**Input records**
★ ★ ★ ★ ★ ★ ★

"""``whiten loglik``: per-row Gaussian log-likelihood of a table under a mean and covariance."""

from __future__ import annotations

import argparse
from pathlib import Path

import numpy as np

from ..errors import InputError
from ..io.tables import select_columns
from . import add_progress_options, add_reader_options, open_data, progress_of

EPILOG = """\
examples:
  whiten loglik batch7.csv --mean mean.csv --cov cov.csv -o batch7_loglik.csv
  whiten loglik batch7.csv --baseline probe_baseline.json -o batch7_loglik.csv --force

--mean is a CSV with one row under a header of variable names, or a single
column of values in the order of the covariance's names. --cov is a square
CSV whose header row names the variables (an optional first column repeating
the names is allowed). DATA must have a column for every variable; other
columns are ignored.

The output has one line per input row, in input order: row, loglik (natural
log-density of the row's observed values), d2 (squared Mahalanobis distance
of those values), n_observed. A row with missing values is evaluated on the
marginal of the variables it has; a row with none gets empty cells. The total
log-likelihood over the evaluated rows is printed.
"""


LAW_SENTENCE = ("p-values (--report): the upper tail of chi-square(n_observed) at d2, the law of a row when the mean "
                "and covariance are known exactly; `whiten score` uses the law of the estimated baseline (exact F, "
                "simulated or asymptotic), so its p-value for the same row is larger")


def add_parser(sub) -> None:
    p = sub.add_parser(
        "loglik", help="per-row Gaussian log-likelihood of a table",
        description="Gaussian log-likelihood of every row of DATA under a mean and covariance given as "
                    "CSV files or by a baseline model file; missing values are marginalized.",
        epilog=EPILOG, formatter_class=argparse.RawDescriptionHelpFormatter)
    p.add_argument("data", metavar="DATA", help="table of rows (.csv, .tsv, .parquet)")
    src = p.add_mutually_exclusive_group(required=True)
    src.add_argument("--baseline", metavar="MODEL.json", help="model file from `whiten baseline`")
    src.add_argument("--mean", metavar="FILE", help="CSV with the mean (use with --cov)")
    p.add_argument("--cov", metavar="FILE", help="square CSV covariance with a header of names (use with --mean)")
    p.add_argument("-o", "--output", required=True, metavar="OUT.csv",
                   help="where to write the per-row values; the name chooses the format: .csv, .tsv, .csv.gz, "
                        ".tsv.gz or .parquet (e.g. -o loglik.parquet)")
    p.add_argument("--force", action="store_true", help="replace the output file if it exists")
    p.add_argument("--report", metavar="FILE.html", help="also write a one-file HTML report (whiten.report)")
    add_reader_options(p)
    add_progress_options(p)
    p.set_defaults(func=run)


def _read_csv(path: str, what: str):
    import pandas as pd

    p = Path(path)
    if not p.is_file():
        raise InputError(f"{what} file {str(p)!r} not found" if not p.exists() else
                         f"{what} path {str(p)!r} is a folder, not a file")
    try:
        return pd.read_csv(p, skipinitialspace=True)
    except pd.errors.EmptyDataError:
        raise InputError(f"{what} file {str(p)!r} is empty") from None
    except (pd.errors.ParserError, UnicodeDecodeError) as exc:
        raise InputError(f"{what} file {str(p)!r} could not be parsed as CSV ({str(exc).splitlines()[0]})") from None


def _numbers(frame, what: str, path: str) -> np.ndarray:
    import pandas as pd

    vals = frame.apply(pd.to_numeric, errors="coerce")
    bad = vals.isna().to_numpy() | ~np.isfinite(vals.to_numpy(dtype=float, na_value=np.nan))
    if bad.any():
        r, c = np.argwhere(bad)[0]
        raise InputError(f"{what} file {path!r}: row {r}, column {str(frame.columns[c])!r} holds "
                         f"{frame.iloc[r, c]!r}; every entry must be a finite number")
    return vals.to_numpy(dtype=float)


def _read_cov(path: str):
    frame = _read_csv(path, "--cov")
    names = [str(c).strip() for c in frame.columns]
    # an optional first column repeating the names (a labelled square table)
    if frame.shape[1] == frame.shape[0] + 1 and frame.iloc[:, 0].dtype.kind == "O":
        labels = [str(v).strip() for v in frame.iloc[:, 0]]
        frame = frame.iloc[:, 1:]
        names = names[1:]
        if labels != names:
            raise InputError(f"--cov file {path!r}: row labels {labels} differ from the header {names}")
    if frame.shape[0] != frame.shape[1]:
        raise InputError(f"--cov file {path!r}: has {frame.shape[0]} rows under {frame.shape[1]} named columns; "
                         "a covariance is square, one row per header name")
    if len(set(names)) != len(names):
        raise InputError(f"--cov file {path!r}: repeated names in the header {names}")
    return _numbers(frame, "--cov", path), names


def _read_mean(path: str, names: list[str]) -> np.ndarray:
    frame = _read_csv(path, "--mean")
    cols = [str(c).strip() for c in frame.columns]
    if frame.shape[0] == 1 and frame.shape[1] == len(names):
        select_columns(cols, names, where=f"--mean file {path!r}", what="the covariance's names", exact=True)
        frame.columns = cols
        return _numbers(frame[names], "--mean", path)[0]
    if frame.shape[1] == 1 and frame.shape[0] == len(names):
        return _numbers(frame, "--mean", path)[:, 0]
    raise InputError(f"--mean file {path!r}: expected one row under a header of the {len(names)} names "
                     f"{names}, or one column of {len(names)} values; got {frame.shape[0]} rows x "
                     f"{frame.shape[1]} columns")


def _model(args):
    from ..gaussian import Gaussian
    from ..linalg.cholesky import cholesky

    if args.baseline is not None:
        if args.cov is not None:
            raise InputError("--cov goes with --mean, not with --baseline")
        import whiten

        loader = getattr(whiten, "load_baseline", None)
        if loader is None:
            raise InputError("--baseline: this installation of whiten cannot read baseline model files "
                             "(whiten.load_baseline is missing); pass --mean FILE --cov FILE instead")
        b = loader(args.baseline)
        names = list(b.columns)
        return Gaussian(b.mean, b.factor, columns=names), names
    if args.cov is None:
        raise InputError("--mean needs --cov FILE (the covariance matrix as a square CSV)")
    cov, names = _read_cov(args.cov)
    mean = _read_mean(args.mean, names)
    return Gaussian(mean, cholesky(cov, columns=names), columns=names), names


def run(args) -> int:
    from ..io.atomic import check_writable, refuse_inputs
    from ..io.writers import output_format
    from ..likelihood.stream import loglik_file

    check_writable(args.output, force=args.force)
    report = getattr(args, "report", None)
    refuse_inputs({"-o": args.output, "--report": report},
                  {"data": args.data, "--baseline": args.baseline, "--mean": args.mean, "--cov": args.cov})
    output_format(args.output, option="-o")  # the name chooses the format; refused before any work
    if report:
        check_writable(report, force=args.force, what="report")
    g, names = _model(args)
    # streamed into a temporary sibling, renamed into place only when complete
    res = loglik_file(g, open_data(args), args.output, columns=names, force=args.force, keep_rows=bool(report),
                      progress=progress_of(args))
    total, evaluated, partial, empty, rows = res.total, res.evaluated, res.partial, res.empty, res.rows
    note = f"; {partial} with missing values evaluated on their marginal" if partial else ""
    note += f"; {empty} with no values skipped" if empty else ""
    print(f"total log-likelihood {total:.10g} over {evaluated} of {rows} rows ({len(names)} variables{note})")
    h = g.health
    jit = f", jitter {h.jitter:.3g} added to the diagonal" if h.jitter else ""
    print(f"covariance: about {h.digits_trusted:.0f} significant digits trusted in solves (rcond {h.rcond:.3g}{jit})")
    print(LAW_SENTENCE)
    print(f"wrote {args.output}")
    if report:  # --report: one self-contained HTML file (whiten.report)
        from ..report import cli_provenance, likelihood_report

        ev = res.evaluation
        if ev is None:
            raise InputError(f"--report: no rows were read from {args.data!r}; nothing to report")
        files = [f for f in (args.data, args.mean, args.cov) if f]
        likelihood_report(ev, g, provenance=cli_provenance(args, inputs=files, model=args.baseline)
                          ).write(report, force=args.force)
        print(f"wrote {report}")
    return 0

★ ★ ★ ★ ★ ★ ★

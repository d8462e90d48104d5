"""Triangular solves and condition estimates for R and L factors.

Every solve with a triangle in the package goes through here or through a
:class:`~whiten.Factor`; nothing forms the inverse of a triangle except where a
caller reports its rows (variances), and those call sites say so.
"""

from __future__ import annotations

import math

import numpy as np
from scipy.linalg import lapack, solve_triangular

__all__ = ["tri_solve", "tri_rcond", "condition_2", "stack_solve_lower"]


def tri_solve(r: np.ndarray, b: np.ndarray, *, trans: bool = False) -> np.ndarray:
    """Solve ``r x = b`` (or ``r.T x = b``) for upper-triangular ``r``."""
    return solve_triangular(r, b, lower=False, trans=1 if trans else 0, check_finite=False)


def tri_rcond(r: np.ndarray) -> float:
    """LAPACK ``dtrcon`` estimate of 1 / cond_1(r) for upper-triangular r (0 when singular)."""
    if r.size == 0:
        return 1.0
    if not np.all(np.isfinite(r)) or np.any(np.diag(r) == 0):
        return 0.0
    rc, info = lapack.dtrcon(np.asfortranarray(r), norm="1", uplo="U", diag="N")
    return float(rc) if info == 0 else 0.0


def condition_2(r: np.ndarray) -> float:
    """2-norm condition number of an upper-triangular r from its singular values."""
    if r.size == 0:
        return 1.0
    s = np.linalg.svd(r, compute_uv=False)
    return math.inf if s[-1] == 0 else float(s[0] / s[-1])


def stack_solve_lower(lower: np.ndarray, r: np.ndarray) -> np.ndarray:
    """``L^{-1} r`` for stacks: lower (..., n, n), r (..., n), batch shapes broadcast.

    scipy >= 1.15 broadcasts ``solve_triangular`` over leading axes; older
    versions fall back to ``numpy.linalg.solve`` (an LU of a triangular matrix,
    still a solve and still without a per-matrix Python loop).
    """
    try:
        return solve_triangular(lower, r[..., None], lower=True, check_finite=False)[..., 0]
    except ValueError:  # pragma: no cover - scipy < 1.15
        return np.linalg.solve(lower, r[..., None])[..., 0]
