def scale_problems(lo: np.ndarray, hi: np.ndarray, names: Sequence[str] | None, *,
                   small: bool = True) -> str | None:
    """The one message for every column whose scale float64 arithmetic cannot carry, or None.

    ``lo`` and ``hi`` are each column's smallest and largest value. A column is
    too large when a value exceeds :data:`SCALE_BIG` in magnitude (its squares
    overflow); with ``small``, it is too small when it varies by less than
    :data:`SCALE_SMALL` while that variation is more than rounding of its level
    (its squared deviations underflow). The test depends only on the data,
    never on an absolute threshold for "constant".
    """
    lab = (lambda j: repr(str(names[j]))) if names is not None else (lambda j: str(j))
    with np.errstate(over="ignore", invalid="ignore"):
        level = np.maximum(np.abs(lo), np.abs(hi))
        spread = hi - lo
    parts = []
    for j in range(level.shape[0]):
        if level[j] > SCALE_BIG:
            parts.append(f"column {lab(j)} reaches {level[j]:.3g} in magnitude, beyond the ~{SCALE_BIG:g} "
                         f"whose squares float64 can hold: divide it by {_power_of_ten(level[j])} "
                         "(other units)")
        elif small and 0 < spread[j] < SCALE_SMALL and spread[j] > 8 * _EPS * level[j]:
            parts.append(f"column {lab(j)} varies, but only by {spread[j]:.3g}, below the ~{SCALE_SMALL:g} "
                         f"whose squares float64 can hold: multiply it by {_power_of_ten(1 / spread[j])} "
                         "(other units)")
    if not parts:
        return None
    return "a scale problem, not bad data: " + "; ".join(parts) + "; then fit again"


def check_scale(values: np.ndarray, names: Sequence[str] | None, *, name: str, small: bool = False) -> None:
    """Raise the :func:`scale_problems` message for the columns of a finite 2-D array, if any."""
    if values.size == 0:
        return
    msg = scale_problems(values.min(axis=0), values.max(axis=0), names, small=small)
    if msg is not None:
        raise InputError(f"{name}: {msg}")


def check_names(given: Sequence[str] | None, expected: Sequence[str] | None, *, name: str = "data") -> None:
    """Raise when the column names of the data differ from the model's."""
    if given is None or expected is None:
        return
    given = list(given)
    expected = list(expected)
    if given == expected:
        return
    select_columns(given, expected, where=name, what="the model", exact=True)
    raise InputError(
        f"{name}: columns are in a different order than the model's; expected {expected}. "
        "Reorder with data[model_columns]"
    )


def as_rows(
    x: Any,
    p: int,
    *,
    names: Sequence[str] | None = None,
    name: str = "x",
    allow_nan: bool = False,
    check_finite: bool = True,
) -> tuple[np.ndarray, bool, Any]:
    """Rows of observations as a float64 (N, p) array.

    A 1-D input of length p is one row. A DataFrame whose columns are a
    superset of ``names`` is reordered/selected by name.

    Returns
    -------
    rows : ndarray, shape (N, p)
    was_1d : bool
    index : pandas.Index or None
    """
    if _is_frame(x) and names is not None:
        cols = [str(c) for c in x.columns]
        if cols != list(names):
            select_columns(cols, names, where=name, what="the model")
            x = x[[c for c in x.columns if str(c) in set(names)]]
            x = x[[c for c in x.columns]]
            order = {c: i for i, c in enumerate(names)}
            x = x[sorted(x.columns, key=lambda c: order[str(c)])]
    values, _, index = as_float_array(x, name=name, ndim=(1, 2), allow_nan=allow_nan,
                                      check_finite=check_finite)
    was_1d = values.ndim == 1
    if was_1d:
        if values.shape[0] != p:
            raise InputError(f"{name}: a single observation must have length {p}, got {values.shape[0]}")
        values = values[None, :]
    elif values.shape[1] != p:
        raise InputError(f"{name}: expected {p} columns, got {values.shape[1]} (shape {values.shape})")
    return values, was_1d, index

★ ★ ★ ★ ★ ★ ★

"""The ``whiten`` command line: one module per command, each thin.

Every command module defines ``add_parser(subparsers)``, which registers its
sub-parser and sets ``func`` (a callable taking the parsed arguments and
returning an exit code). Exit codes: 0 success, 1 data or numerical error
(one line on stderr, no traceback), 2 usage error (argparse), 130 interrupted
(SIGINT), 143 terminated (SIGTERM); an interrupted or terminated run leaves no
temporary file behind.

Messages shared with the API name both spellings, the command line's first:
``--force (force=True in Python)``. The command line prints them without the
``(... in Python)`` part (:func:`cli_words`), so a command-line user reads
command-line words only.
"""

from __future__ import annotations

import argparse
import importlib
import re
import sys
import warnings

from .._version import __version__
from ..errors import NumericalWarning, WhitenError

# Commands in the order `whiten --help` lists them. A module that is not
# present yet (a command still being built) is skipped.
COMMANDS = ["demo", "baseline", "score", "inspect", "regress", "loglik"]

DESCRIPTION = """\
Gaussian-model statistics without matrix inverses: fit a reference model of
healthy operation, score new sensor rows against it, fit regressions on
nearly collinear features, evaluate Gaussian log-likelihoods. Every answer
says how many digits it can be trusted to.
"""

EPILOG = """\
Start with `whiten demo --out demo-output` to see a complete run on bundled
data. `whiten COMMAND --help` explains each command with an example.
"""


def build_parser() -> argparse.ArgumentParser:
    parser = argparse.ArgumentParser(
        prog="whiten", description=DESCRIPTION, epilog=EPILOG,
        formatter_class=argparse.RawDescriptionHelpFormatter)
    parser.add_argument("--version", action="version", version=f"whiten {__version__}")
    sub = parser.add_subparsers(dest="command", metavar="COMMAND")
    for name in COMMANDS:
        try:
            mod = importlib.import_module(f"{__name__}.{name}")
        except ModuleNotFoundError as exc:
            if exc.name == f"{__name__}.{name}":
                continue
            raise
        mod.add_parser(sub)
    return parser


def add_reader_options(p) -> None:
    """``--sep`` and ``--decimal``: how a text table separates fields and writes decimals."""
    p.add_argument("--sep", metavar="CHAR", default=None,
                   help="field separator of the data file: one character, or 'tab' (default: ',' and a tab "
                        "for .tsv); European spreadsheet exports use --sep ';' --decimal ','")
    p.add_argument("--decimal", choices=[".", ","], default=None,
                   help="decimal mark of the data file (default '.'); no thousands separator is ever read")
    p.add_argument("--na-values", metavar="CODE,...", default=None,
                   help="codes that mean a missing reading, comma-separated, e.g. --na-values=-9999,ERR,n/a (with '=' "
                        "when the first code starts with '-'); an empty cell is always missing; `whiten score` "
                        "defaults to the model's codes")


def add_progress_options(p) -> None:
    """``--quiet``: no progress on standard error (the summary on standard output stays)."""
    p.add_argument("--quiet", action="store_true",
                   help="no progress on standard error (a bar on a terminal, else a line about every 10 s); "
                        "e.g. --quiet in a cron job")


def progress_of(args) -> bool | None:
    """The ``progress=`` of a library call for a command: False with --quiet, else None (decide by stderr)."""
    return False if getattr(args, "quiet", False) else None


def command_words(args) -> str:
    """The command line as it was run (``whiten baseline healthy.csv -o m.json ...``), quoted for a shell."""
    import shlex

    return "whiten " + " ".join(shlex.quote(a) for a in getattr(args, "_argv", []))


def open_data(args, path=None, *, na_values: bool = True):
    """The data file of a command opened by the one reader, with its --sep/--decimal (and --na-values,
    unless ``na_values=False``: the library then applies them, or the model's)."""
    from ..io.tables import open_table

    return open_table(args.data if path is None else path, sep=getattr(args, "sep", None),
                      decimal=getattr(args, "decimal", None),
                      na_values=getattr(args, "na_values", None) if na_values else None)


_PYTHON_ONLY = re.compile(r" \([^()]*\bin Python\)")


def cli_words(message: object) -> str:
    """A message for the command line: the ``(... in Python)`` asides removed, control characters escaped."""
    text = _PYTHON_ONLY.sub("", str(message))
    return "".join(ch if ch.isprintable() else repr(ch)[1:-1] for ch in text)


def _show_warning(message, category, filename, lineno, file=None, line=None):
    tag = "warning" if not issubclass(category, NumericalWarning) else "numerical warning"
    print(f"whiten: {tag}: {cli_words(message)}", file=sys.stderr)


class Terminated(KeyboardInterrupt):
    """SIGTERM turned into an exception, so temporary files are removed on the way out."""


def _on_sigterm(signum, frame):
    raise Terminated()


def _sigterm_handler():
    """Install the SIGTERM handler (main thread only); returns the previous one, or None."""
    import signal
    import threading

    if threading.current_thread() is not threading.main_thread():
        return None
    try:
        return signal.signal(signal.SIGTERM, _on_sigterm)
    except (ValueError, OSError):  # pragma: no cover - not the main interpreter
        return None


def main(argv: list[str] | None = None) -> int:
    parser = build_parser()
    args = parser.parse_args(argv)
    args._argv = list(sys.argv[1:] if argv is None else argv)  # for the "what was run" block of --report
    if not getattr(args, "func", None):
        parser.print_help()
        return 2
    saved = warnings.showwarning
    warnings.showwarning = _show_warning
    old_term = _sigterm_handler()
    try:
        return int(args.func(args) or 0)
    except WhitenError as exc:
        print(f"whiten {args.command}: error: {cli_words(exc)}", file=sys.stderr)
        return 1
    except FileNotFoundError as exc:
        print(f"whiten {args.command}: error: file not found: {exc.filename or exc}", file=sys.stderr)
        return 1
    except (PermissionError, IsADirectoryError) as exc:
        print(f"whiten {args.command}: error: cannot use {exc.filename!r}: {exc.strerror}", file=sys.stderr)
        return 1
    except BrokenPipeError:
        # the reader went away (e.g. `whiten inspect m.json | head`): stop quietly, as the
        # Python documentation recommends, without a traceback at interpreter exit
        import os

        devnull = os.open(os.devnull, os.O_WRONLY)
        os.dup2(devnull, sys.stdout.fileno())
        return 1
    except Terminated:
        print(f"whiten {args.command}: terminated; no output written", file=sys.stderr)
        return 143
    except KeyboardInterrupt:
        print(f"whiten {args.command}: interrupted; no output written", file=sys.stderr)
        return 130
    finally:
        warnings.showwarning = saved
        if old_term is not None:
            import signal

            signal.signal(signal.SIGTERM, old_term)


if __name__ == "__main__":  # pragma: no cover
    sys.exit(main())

★ ★ ★ ★ ★ ★ ★

**Exercise prompt**
From the listing above, count every line where the word "solves" occurs; the answer is that number and nothing else.

**Response to this task**
2